• **BRIEF**
Scan the material below for the string "springframework". Report every line that has it.

• **PROVIDED RECORDS**
/---
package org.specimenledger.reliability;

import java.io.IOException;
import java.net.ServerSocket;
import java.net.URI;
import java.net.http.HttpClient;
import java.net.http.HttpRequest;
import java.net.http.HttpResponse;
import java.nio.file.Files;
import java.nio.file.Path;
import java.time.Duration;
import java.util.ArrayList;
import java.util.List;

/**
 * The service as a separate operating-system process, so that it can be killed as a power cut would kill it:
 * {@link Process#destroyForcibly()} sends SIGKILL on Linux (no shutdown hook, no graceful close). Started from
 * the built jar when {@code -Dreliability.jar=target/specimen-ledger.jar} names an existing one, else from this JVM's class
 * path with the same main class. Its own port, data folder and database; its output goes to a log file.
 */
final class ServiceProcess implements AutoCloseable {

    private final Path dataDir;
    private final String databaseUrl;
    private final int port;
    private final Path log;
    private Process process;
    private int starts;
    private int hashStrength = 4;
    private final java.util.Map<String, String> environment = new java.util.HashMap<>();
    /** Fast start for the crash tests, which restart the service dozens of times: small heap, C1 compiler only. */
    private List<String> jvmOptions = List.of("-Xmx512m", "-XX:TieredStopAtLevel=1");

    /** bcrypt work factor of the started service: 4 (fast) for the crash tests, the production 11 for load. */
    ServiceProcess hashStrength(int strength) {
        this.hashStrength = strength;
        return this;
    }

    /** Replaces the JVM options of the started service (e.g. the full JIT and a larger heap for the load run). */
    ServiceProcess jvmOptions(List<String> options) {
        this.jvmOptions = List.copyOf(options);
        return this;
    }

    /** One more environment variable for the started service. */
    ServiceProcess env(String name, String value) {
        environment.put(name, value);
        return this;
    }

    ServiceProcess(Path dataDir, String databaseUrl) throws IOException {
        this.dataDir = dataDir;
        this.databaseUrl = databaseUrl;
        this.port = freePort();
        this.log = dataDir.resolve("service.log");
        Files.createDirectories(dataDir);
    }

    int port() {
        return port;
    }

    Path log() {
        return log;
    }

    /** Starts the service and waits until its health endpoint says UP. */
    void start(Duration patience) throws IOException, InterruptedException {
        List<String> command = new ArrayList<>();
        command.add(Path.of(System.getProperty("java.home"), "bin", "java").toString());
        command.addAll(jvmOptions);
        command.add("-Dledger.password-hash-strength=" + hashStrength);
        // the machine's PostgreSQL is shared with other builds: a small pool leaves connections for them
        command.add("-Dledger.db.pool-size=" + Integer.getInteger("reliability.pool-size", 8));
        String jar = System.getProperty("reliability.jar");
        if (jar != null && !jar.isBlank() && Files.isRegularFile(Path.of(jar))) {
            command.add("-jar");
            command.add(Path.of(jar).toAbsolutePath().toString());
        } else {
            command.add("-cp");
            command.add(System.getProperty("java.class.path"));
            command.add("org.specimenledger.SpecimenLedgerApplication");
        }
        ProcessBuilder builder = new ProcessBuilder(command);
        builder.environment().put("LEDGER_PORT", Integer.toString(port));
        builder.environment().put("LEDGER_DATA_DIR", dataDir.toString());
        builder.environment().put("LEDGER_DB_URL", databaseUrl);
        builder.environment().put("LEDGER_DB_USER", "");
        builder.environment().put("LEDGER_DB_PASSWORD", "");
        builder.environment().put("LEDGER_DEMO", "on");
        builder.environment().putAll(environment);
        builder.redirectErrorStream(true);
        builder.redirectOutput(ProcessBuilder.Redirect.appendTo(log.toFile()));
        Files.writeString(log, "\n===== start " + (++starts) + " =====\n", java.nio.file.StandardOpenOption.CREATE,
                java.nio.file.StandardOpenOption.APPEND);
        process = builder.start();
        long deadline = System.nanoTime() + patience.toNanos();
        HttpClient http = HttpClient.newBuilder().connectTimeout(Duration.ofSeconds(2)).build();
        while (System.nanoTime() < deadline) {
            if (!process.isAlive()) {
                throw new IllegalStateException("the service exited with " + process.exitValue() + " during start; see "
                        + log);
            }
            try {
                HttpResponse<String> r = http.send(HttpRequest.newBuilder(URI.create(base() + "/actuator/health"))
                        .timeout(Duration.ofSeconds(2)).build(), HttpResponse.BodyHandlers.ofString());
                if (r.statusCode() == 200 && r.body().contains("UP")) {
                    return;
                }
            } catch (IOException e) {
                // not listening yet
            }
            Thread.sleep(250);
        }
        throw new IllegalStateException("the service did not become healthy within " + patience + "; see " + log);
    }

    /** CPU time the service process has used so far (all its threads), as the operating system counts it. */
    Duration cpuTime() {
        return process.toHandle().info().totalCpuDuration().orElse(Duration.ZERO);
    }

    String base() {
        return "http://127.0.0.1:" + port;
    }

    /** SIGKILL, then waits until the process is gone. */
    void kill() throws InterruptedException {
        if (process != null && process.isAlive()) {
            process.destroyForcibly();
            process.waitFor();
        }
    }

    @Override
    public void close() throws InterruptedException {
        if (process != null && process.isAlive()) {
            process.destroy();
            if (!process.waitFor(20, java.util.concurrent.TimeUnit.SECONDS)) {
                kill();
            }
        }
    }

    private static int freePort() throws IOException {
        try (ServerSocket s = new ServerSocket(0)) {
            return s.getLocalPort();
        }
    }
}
\---
/---
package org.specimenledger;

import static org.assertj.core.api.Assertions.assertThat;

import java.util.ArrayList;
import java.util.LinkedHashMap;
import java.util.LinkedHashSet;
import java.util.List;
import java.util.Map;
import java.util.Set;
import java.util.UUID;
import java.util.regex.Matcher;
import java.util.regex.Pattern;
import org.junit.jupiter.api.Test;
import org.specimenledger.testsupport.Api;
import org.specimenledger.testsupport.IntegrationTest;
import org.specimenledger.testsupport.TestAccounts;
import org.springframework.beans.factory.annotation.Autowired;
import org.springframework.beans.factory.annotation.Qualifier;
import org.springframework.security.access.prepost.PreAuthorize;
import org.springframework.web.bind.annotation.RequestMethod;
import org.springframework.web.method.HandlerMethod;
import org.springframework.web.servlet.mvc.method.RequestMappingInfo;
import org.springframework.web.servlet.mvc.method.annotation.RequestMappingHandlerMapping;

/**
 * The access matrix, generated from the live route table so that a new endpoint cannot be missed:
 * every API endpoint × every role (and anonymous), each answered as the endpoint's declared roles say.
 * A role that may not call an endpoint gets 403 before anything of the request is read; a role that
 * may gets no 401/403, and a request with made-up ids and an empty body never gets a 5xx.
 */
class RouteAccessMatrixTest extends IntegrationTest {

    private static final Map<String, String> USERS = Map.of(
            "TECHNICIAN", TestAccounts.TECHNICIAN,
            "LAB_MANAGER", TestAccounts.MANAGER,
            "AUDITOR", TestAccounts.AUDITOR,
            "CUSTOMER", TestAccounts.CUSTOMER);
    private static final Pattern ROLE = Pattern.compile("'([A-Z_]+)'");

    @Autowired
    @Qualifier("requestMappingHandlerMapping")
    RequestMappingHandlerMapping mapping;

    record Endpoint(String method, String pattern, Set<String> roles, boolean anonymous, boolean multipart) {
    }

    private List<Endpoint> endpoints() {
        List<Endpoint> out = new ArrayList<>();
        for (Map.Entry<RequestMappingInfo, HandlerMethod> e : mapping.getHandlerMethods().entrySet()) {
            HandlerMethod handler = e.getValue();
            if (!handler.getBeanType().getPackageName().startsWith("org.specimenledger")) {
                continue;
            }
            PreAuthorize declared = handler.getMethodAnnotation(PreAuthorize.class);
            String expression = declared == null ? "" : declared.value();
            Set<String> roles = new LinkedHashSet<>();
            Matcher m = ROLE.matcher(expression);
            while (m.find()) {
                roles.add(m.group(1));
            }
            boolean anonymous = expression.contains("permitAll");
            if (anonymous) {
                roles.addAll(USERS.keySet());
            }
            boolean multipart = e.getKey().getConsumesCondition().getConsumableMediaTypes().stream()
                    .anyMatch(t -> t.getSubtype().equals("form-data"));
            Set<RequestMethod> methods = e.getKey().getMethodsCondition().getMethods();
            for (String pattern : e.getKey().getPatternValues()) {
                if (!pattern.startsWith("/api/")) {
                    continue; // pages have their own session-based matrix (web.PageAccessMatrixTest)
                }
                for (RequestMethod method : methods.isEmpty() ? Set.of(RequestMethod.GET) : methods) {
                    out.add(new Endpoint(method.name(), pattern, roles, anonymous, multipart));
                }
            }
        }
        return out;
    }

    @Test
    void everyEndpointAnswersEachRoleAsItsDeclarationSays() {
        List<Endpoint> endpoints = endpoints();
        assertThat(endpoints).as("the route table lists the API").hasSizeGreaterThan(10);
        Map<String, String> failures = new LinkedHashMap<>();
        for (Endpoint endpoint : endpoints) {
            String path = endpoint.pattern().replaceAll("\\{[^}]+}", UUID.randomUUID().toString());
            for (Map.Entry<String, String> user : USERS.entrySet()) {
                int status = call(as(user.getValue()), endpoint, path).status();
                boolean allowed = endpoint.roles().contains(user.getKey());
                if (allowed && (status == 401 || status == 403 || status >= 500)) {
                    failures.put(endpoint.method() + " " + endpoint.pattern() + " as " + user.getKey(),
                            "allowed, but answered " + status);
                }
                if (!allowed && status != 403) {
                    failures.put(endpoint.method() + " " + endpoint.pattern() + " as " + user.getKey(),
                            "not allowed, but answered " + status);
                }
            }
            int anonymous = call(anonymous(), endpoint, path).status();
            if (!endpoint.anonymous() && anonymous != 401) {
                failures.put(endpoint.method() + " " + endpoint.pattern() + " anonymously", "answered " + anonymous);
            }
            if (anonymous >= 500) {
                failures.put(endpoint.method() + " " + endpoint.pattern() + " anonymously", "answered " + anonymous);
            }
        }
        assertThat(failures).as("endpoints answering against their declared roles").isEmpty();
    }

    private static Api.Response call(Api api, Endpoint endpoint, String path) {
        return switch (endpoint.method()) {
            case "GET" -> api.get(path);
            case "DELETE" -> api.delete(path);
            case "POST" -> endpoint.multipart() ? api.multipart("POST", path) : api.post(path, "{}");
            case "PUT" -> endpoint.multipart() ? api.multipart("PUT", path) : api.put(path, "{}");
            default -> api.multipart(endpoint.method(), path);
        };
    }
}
\---
• **RESULT OF THIS EXERCISE**
import org.springframework.beans.factory.annotation.Autowired;
import org.springframework.beans.factory.annotation.Qualifier;
import org.springframework.security.access.prepost.PreAuthorize;
import org.springframework.web.bind.annotation.RequestMethod;
import org.springframework.web.method.HandlerMethod;
import org.springframework.web.servlet.mvc.method.RequestMappingInfo;
import org.springframework.web.servlet.mvc.method.annotation.RequestMappingHandlerMapping;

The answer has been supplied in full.